* _Records shown_
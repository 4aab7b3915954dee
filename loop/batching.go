package loop

import (
	"fmt"
	"math"
)

// Batch length rule of the batch-means intervals: a batch spans at least
// BatchDecorrelationTimes decorrelation times of the slowest process of the
// run, so that batch means are close to independent and Student t over the
// batches holds its coverage (DEVELOPERS.md "How test tolerances are
// chosen"; common practice). The decorrelation time of a user is the larger
// of 0.4/f_D (the first zero of the Clarke autocorrelation J0(2π f_D τ) is
// at f_D τ = 0.3827; Clarke 1968, Jakes 1974) and, with shadowing, the time
// d_c/v to travel the shadowing decorrelation distance (Gudmundson 1991);
// with the outer loop on, the run's decorrelation time is at least the mean
// spacing of block errors at the target, block_slots/bler_target (the
// jump-rule target makes one up-step and walks back down over that time;
// common practice).
// When the measured run is too short for run.batches such batches, fewer
// are used (at least MinBatches), and the report says so; with several
// replications the intervals come from the spread across replications and
// the batches only matter for a single replication.
const (
	BatchDecorrelationTimes = 10
	MinBatches              = 2
)

// decorrelationSlots is the longest decorrelation time of the run's users
// in slots (0 when every channel is static: f_D = 0 and no moving
// shadowing).
func decorrelationSlots(sc Scenario, users []userInfo, rateHz float64) float64 {
	worst := 0.0
	for _, u := range users {
		g := sc.Groups[u.group]
		if u.dopplerHz > 0 {
			worst = math.Max(worst, 0.4/u.dopplerHz*rateHz)
		}
		if g.ShadowingSigmaDB > 0 && u.speedKmh > 0 {
			worst = math.Max(worst, g.ShadowingDecorrelationM/(u.speedKmh/3.6)*rateHz)
		}
	}
	if ol := sc.OuterLoop; ol.Enabled && ol.BLERTarget > 0 {
		worst = math.Max(worst, float64(ol.BlockSlots)/ol.BLERTarget)
	}
	return worst
}

// effectiveBatches is the number of batches used for a run of measured
// slots: run.batches, reduced so that each batch spans at least
// BatchDecorrelationTimes decorrelation times, and never below MinBatches.
// note explains a reduction ("" when none).
func effectiveBatches(configured int, measured int64, decorrSlots float64) (k int, note string) {
	k = configured
	if decorrSlots <= 0 {
		return k, ""
	}
	fit := int(float64(measured) / (BatchDecorrelationTimes * decorrSlots))
	if fit >= k {
		return k, ""
	}
	k = max(fit, MinBatches)
	note = fmt.Sprintf("batch means use %d batches instead of %d so that each spans >= %d decorrelation times (%.0f slots) of the slowest user", k, configured, BatchDecorrelationTimes, decorrSlots)
	if fit < MinBatches {
		note += fmt.Sprintf("; the measured run spans only %.1f decorrelation times, so intervals from one replication are unreliable: lengthen the run or add replications", float64(measured)/decorrSlots)
	}
	return k, note
}
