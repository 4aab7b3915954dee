package main

import (
	"regexp"
	"strings"
	"testing"
)

// TestOutputFormatsHelpCSVColumns: the "Output formats" text of run,
// sweep, tune and capacity names the interval columns as the CSV files
// write them (client/render's TestCSVIntervalColumns checks the files):
// F_ci_low and F_ci_high everywhere, objective_ci_* and diff_to_best_ci_*
// in tune; never the old F_low / diff_low names.
func TestOutputFormatsHelpCSVColumns(t *testing.T) {
	old := regexp.MustCompile(`\bF_low\b|\bF_high\b|\bdiff_low\b|\bdiff_high\b|\bobjective_low\b|\bobjective_high\b`)
	for _, tc := range []struct {
		cmd  string
		want []string
	}{
		{"run", []string{"F_ci_low", "F_ci_high", "95 %"}},
		{"sweep", []string{"F_ci_low", "F_ci_high", "95 % interval [low, high]"}},
		{"tune", []string{"F_ci_low", "F_ci_high", "objective_ci_low", "objective_ci_high", "diff_to_best_ci_low", "diff_to_best_ci_high"}},
		{"capacity", []string{"F_ci_low", "F_ci_high"}},
	} {
		h := ok(t, tc.cmd, "--help").stdout
		i := strings.Index(h, "Output formats:")
		if i < 0 {
			t.Errorf("%s --help has no Output formats", tc.cmd)
			continue
		}
		// The paragraph up to the next section (a blank line, then text
		// at the margin).
		formats := h[i:]
		if j := regexp.MustCompile(`\n\n\S`).FindStringIndex(formats); j != nil {
			formats = formats[:j[0]]
		}
		flat := strings.Join(strings.Fields(formats), " ")
		for _, w := range tc.want {
			if !strings.Contains(flat, w) {
				t.Errorf("%s --help Output formats lacks %q:\n%s", tc.cmd, w, formats)
			}
		}
		if m := old.FindString(formats); m != "" {
			t.Errorf("%s --help names the old column %q", tc.cmd, m)
		}
		if strings.Contains(formats, "95 % CI") {
			t.Errorf("%s --help says 95 %% CI (the tables say 95 %% interval)", tc.cmd)
		}
	}
}
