package loop

import (
	"math"
	"testing"
)

// TestReplicationsPooled: with several replications the figures are those
// of all replications' samples together (README "What it computes"), not
// averages of per-replication values. Replication r of seed s is exactly
// the single-replication run of seed repSeed(s, r), so the pooled figures
// follow from the single runs' figures and sample counts (exact identities
// of pooled moments and proportions).
func TestReplicationsPooled(t *testing.T) {
	sc := baseScenario(3, 6000)
	sc.Groups[0].Speeds[0].SpeedKmh = 3
	sc.Groups[0].ActivityFactor, sc.Groups[0].MeanBurstSlots = 0.7, 300 // unequal sample counts per replication
	sc.InnerLoop.MaxPowerDBm = 10
	sc.Run.Replications = 2
	sc.Normalise()
	pooled := mustRun(t, sc, nil, RunOptions{}).Aggregate
	var single [2]Figures
	for r := range single {
		one := sc
		one.Run.Replications = 1
		one.Run.Seed = repSeed(sc.Run.Seed, r)
		single[r] = mustRun(t, one, nil, RunOptions{}).Aggregate
	}
	n1, n2 := float64(single[0].UserSlots), float64(single[1].UserSlots)
	N := n1 + n2
	if n1 == n2 || pooled.UserSlots != single[0].UserSlots+single[1].UserSlots {
		t.Fatalf("user-slots %v + %v vs %v (want unequal counts summing up)", n1, n2, pooled.UserSlots)
	}
	w := func(a, b float64) float64 { return (n1*a + n2*b) / N }
	m := w(single[0].SIRErrorMeanDB.Value, single[1].SIRErrorMeanDB.Value)
	sq := func(f Figures) float64 {
		return f.SIRErrorStdDB.Value*f.SIRErrorStdDB.Value + f.SIRErrorMeanDB.Value*f.SIRErrorMeanDB.Value
	}
	std := math.Sqrt(w(sq(single[0]), sq(single[1])) - m*m)
	pow := linToDB(w(dbToLin(single[0].TxPowerMeanDBm.Value), dbToLin(single[1].TxPowerMeanDBm.Value)))
	for _, c := range []struct {
		name      string
		got, want float64
	}{
		{"sir_error_mean_db", pooled.SIRErrorMeanDB.Value, m},
		{"sir_error_std_db", pooled.SIRErrorStdDB.Value, std},
		{"outage_probability", pooled.OutageProbability.Value, w(single[0].OutageProbability.Value, single[1].OutageProbability.Value)},
		{"max_power_fraction", pooled.MaxPowerFraction.Value, w(single[0].MaxPowerFraction.Value, single[1].MaxPowerFraction.Value)},
		{"tx_power_mean_dbm", pooled.TxPowerMeanDBm.Value, pow},
	} {
		if math.Abs(c.got-c.want) > 1e-9 {
			t.Errorf("%s pooled %.12g, want %.12g from the single replications", c.name, c.got, c.want)
		}
	}
	// The pooled median lies between the replications' medians.
	a, b := single[0].SIRErrorPercentilesDB.P50.Value, single[1].SIRErrorPercentilesDB.P50.Value
	if p := pooled.SIRErrorPercentilesDB.P50.Value; p < math.Min(a, b)-binDB || p > math.Max(a, b)+binDB {
		t.Errorf("pooled median %g outside [%g, %g]", p, a, b)
	}
	// Averaging the std would differ from pooling whenever the means differ.
	avg := (single[0].SIRErrorStdDB.Value + single[1].SIRErrorStdDB.Value) / 2
	t.Logf("std pooled %.4f dB, average of replications %.4f dB", pooled.SIRErrorStdDB.Value, avg)
}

* _What to work on_
Write out the records exactly, starting at the first line and stopping after the line that contains "test tolerances are".

* _Answer for this exercise_
repository 4aab7b3915954dee
filename loop/batching.go
package loop

import (
	"fmt"
	"math"
)

// Batch length rule of the batch-means intervals: a batch spans at least
// BatchDecorrelationTimes decorrelation times of the slowest process of the
// run, so that batch means are close to independent and Student t over the
// batches holds its coverage (DEVELOPERS.md "How test tolerances are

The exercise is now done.